Directions: Only an exact copy of the listing below will do.

Entries supplied:
import { perturbObserveLaw } from '../seeking/perturb-observe-law.js';
import type { LawPrediction, LawSize } from './law-size.types.js';
import { inverseDiagonal } from './predict-law.js';
import { couplingOf } from './size-loops.js';
import { remarksOn } from './sizing-remarks.js';
import type { CheckedDemands, CheckedPlant } from './sizing-plant.schema.js';
import { evenTries, triedReaches, triesOf, tryingMargins, type TriedReach, type Tries } from './tries.js';

/** Distance of the start, in steps, that convergence is predicted for. */
const startSteps = 3;
const scansMin = 2;
/** Standard deviations by which two means must differ at the best point for a decision. */
const decisionErrors = 3;
/**
 * Sizes perturb-and-observe. Step Δ: the largest whose loss is allowed. It takes no step that does not pay, so it stops
 * where each slope is within ±½f_ii·Δ_i. Slopes anywhere in there, and three points walked along each actuator, lose
 * ½·Σ f_ii·Δ_i²·(s_i/12 + 1/2) on average, with s_i = f_ii·(H⁻¹)_ii; one actuator, or several that are not coupled,
 * have s = 1 and so 7/24·f''Δ². Along a ridge s is large: there it stops far from the best point, and the step must be
 * small. Dwell: four time constants, then as many scans as make the difference of two means at the best point,
 * f''Δ²/2, three of its standard deviations √2·σ/√N: N = 72σ²/(f''Δ²)².
 *
 * @source loss of the walk: derived here, see `perturbObserveLaw`; the three standard deviations are chosen here
 */
export function sizePerturbObserve(plant: CheckedPlant, demands: CheckedDemands): LawSize<'perturb-observe'> {
  const n = plant.actuators.length;
  const shares = walkShares(plant);
  const reaches = triedReaches(
    plant,
    demands,
    shares.map((share) => 2 * share),
  );
  const tries = decisiveTries(plant, reaches);
  const trials = startSteps * n + 1;
  const isCoupled = couplingOf(plant.curvature).coupling > 1 + 1e-9;
  const predicted: LawPrediction = {
    convergenceS: isCoupled ? null : trials * tries.dwellS,
    rippleLoss: reaches.reduce(
      (sum, { amplitude, curvature }, i) => sum + (shares[i]! * curvature * amplitude ** 2) / 2,
      0,
    ),
    noiseLoss: null,
    driftLag: null,
    driftLoss: null,
    gradientNoise: null,
  };
  const margins = tryingMargins(plant, tries, isCoupled ? null : trials);
  const known = { lawId: 'perturb-observe', plant, demands, sized: null, predicted, margins };
  return {
    lawId: 'perturb-observe',
    parameters: perturbObserveLaw.parametersSchema.parse({
      axes: plant.actuators.map(({ min, max }, i) => ({ min, max, amplitude: reaches[i]!.amplitude })),
      dwellS: tries.dwellS,
      settleS: tries.settleS,
    }),
    ditherPeriodsS: reaches.map(() => n * tries.dwellS),
    amplitudes: reaches.map(({ amplitude }) => amplitude),
    amplitudesLimitedBy: reaches.map(({ limitedBy }) => limitedBy),
    ratePerS: null,
    rateLimitedBy: null,
    predicted,
    unpredicted: {
      ...(isCoupled && { convergenceS: zigzag }),
      noiseLoss: walks,
      driftLag: walks,
      driftLoss: walks,
      gradientNoise: walks,
    },
    margins,
    remarks: [...remarksOn(known), ...ridgeRemarks(plant), ...driftRemarks(plant, reaches, n * tries.dwellS)],
  };
}

/** s_i = f_ii·(H⁻¹)_ii: how much further than alone it may be off along each actuator; infinite on a flat ridge. */
function ridgeFactors({ curvature }: CheckedPlant): number[] {
  return inverseDiagonal(curvature).map((inverse, i) => curvature[i]![i]! * inverse);
}

/** Mean of e² + Δ²/2 over where it stops, in Δ². */
function walkShares(plant: CheckedPlant): number[] {
  return ridgeFactors(plant).map((factor) => (Number.isFinite(factor) ? factor : 1) / 12 + 1 / 2);
}

function ridgeRemarks(plant: CheckedPlant): string[] {
  if (ridgeFactors(plant).every(Number.isFinite)) return [];
  return [
    'The curvature is not positive in every direction, and the walk may stop anywhere along the flat one: its loss is that of actuators that are not coupled.',
  ];
}

const walks =
  'It decides by comparing two means and has no slope: its walk under noise or drift has no closed form.';
const zigzag =
  'The actuators are coupled, so that the walk by turns goes there in a zigzag of no fixed length.';

/** As many scans as a decision at the best point needs, by the noise as dense as it is at that frequency of trials. */
function decisiveTries(plant: CheckedPlant, reaches: readonly TriedReach[]): Tries {
  const difference = Math.min(...reaches.map(({ amplitude, curvature }) => (curvature * amplitude ** 2) / 2));
  const needed = ({ meanNoise, scansAveraged }: Tries) =>
    Math.ceil(2 * scansAveraged * ((decisionErrors * meanNoise) / difference) ** 2);
  const scansAveraged = Math.max(scansMin, needed(evenTries(plant)));
  return triesOf(plant, Math.max(scansAveraged, needed(triesOf(plant, scansAveraged))));
}

function driftRemarks({ actuators }: CheckedPlant, reaches: readonly TriedReach[], roundS: number): string[] {
  if (!actuators.some(({ driftPerS }, i) => driftPerS * roundS > reaches[i]!.amplitude / 2)) return [];
  return [
    'The best point drifts by more than half a step while one is judged: allow more loss or quieten the objective.',
  ];
}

Solution to this problem:
import { perturbObserveLaw } from '../seeking/perturb-observe-law.js';
import type { LawPrediction, LawSize } from './law-size.types.js';
import { inverseDiagonal } from './predict-law.js';
import { couplingOf } from './size-loops.js';
import { remarksOn } from './sizing-remarks.js';
import type { CheckedDemands, CheckedPlant } from './sizing-plant.schema.js';
import { evenTries, triedReaches, triesOf, tryingMargins, type TriedReach, type Tries } from './tries.js';

/** Distance of the start, in steps, that convergence is predicted for. */
const startSteps = 3;
const scansMin = 2;
/** Standard deviations by which two means must differ at the best point for a decision. */
const decisionErrors = 3;
/**
 * Sizes perturb-and-observe. Step Δ: the largest whose loss is allowed. It takes no step that does not pay, so it stops
 * where each slope is within ±½f_ii·Δ_i. Slopes anywhere in there, and three points walked along each actuator, lose
 * ½·Σ f_ii·Δ_i²·(s_i/12 + 1/2) on average, with s_i = f_ii·(H⁻¹)_ii; one actuator, or several that are not coupled,
 * have s = 1 and so 7/24·f''Δ². Along a ridge s is large: there it stops far from the best point, and the step must be
 * small. Dwell: four time constants, then as many scans as make the difference of two means at the best point,
 * f''Δ²/2, three of its standard deviations √2·σ/√N: N = 72σ²/(f''Δ²)².
 *
 * @source loss of the walk: derived here, see `perturbObserveLaw`; the three standard deviations are chosen here
 */
export function sizePerturbObserve(plant: CheckedPlant, demands: CheckedDemands): LawSize<'perturb-observe'> {
  const n = plant.actuators.length;
  const shares = walkShares(plant);
  const reaches = triedReaches(
    plant,
    demands,
    shares.map((share) => 2 * share),
  );
  const tries = decisiveTries(plant, reaches);
  const trials = startSteps * n + 1;
  const isCoupled = couplingOf(plant.curvature).coupling > 1 + 1e-9;
  const predicted: LawPrediction = {
    convergenceS: isCoupled ? null : trials * tries.dwellS,
    rippleLoss: reaches.reduce(
      (sum, { amplitude, curvature }, i) => sum + (shares[i]! * curvature * amplitude ** 2) / 2,
      0,
    ),
    noiseLoss: null,
    driftLag: null,
    driftLoss: null,
    gradientNoise: null,
  };
  const margins = tryingMargins(plant, tries, isCoupled ? null : trials);
  const known = { lawId: 'perturb-observe', plant, demands, sized: null, predicted, margins };
  return {
    lawId: 'perturb-observe',
    parameters: perturbObserveLaw.parametersSchema.parse({
      axes: plant.actuators.map(({ min, max }, i) => ({ min, max, amplitude: reaches[i]!.amplitude })),
      dwellS: tries.dwellS,
      settleS: tries.settleS,
    }),
    ditherPeriodsS: reaches.map(() => n * tries.dwellS),
    amplitudes: reaches.map(({ amplitude }) => amplitude),
    amplitudesLimitedBy: reaches.map(({ limitedBy }) => limitedBy),
    ratePerS: null,
    rateLimitedBy: null,
    predicted,
    unpredicted: {
      ...(isCoupled && { convergenceS: zigzag }),
      noiseLoss: walks,
      driftLag: walks,
      driftLoss: walks,
      gradientNoise: walks,
    },
    margins,
    remarks: [...remarksOn(known), ...ridgeRemarks(plant), ...driftRemarks(plant, reaches, n * tries.dwellS)],
  };
}

/** s_i = f_ii·(H⁻¹)_ii: how much further than alone it may be off along each actuator; infinite on a flat ridge. */
function ridgeFactors({ curvature }: CheckedPlant): number[] {
  return inverseDiagonal(curvature).map((inverse, i) => curvature[i]![i]! * inverse);
}

/** Mean of e² + Δ²/2 over where it stops, in Δ². */
function walkShares(plant: CheckedPlant): number[] {
  return ridgeFactors(plant).map((factor) => (Number.isFinite(factor) ? factor : 1) / 12 + 1 / 2);
}

function ridgeRemarks(plant: CheckedPlant): string[] {
  if (ridgeFactors(plant).every(Number.isFinite)) return [];
  return [
    'The curvature is not positive in every direction, and the walk may stop anywhere along the flat one: its loss is that of actuators that are not coupled.',
  ];
}

const walks =
  'It decides by comparing two means and has no slope: its walk under noise or drift has no closed form.';
const zigzag =
  'The actuators are coupled, so that the walk by turns goes there in a zigzag of no fixed length.';

/** As many scans as a decision at the best point needs, by the noise as dense as it is at that frequency of trials. */
function decisiveTries(plant: CheckedPlant, reaches: readonly TriedReach[]): Tries {
  const difference = Math.min(...reaches.map(({ amplitude, curvature }) => (curvature * amplitude ** 2) / 2));
  const needed = ({ meanNoise, scansAveraged }: Tries) =>
    Math.ceil(2 * scansAveraged * ((decisionErrors * meanNoise) / difference) ** 2);
  const scansAveraged = Math.max(scansMin, needed(evenTries(plant)));
  return triesOf(plant, Math.max(scansAveraged, needed(triesOf(plant, scansAveraged))));
}

function driftRemarks({ actuators }: CheckedPlant, reaches: readonly TriedReach[], roundS: number): string[] {
  if (!actuators.some(({ driftPerS }, i) => driftPerS * roundS > reaches[i]!.amplitude / 2)) return [];
  return [
    'The best point drifts by more than half a step while one is judged: allow more loss or quieten the objective.',
  ];
}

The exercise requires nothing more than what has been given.